Segment Open

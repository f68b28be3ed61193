#include "network/tracer/sample_time.hpp"

#include <gtest/gtest.h>

namespace stillzone::network {
namespace {

constexpr DateOrder kYear = DateOrder::year_first;
constexpr DateOrder kDay = DateOrder::day_first;
constexpr DateOrder kMonth = DateOrder::month_first;
// 2026-03-02 is 20514 days after 1970-01-01: 56 years of 365 days, 14 leap days, 31 + 28 + 1 days.
constexpr double kSecondOfMarch = 56 * 365 + 14 + 60;

TEST(SampleTime, ThreeOrdersOfOneDay) {
  EXPECT_DOUBLE_EQ(*read_date_time("2026-03-02", kYear), kSecondOfMarch);
  EXPECT_DOUBLE_EQ(*read_date_time("02.03.2026", kDay), kSecondOfMarch);
  EXPECT_DOUBLE_EQ(*read_date_time("2/3/2026", kDay), kSecondOfMarch);
  EXPECT_DOUBLE_EQ(*read_date_time("3/2/2026", kMonth), kSecondOfMarch);
  EXPECT_DOUBLE_EQ(*read_date_time("2026/03/02", kYear), kSecondOfMarch);
}

TEST(SampleTime, TimesOfDay) {
  EXPECT_DOUBLE_EQ(*read_date_time("2026-03-02 14:30", kYear), kSecondOfMarch + 14.5 / 24.0);
  EXPECT_DOUBLE_EQ(*read_date_time("2026-03-02T06:00:00", kYear), kSecondOfMarch + 0.25);
  EXPECT_NEAR(*read_date_time("2026-03-02 00:00:08.64", kYear), kSecondOfMarch + 1e-4, 1e-11);
  EXPECT_DOUBLE_EQ(*read_date_time("2026-03-02 24:00", kYear), kSecondOfMarch + 1.0);
  EXPECT_DOUBLE_EQ(*read_date_time(" 2026-03-02 12:00 ", kYear), kSecondOfMarch + 0.5);
}

TEST(SampleTime, TwelveHourClock) {
  EXPECT_DOUBLE_EQ(*read_date_time("3/2/2026 2:30 PM", kMonth), kSecondOfMarch + 14.5 / 24.0);
  EXPECT_DOUBLE_EQ(*read_date_time("3/2/2026 12:00 am", kMonth), kSecondOfMarch);
  EXPECT_DOUBLE_EQ(*read_date_time("3/2/2026 12:00PM", kMonth), kSecondOfMarch + 0.5);
  EXPECT_FALSE(read_date_time("3/2/2026 14:30 PM", kMonth));
  EXPECT_FALSE(read_date_time("3/2/2026 0:30 AM", kMonth));
  EXPECT_FALSE(read_date_time("3/2/2026 PM", kMonth));
}

TEST(SampleTime, LeapDaysExistInLeapYearsOnly) {
  EXPECT_DOUBLE_EQ(*read_date_time("2024-03-01", kYear) - *read_date_time("2024-02-29", kYear),
                   1.0);
  EXPECT_FALSE(read_date_time("2026-02-29", kYear));
  EXPECT_FALSE(read_date_time("2026-04-31", kYear));
}

TEST(SampleTime, WhatIsNoTimeIsRefused) {
  for (const char* text : {"",
                           " ",
                           "-",
                           "yesterday",
                           "2026-03",
                           "2026-03-02 14",
                           "2026-03-02 24:01",
                           "2026-03-02 14:60",
                           "2026-03-02 14:30.15",
                           "2026-03/02",
                           "2026 03 02",
                           "2026-03-02-14:30",
                           "26-03-02",
                           "2026-13-02",
                           "2026-00-02",
                           "2026-03-00",
                           "2026-265-02",
                           "2026-03-258",
                           "2026-03-02 14:30:61",
                           "2026-03-02 14:30Z",
                           "2026--3-02",
                           "46083.25",
                           "99999999999-03-02",
                           "2026-03-02 08:00:00.1.2",
                           "-2026-03-02"}) {
    EXPECT_FALSE(read_date_time(text, kYear)) << text;
  }
  EXPECT_FALSE(read_date_time("02.03.2026", kYear));
  EXPECT_FALSE(read_date_time("13/25/2026", kMonth));
}

TEST(SampleTime, NamesOfOrders) {
  for (const DateOrder order : {kYear, kDay, kMonth}) {
    EXPECT_EQ(date_order_of(date_order_name(order)), order);
  }
  EXPECT_FALSE(date_order_of("year"));
}

TEST(SampleTime, SerialDayOfASpreadsheet) {
  // 1970-01-01 is serial 25569 in the 1900 system; 2026-03-02 comes 20514 days later.
  EXPECT_EQ(serial_day(25569.0), "1970-01-01 00:00");
  EXPECT_EQ(serial_day(25569.0 + kSecondOfMarch + 0.25), "2026-03-02 06:00");
  EXPECT_FALSE(serial_day(60.0));
  EXPECT_FALSE(serial_day(1e9));
}

TEST(SampleTime, ARefusedTimeComesWithANextStep) {
  EXPECT_EQ(date_time_way_out("46083.25", kYear),
            "This is a spreadsheet's day number (it stands for 2026-03-02 06:00): give the column "
            "the format yyyy-mm-dd hh:mm and export it again.");
  EXPECT_EQ(date_time_way_out("46083,25", kDay), date_time_way_out("46083.25", kDay));
  EXPECT_EQ(date_time_way_out("3.5", kYear),
            "This is a plain number: give the column a date format and export it again, or use "
            "\"unit\" for elapsed time.");
  EXPECT_EQ(date_time_way_out("25/03/2026", kMonth),
            "It can be read \"day first\": correct \"dates\", or this cell.");
  EXPECT_EQ(date_time_way_out("2026-03-02 14:30Z", kYear),
            "Take the time zone off: all times of a test are one clock.");
  EXPECT_EQ(date_time_way_out("2026-03-02T14:30+01:00", kYear),
            "Take the time zone off: all times of a test are one clock.");
  EXPECT_EQ(date_time_way_out("02.03.26", kDay),
            "Write a time day first with a year of four digits, such as 02.03.2026 14:30.");
}

}  // namespace
}  // namespace stillzone::network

Segment Closed

**What to produce**.
Whenever "DateOrder" shows up in a line of the listing, copy that whole line.

**Answer section**.
constexpr DateOrder kYear = DateOrder::year_first;
constexpr DateOrder kDay = DateOrder::day_first;
constexpr DateOrder kMonth = DateOrder::month_first;
  for (const DateOrder order : {kYear, kDay, kMonth}) {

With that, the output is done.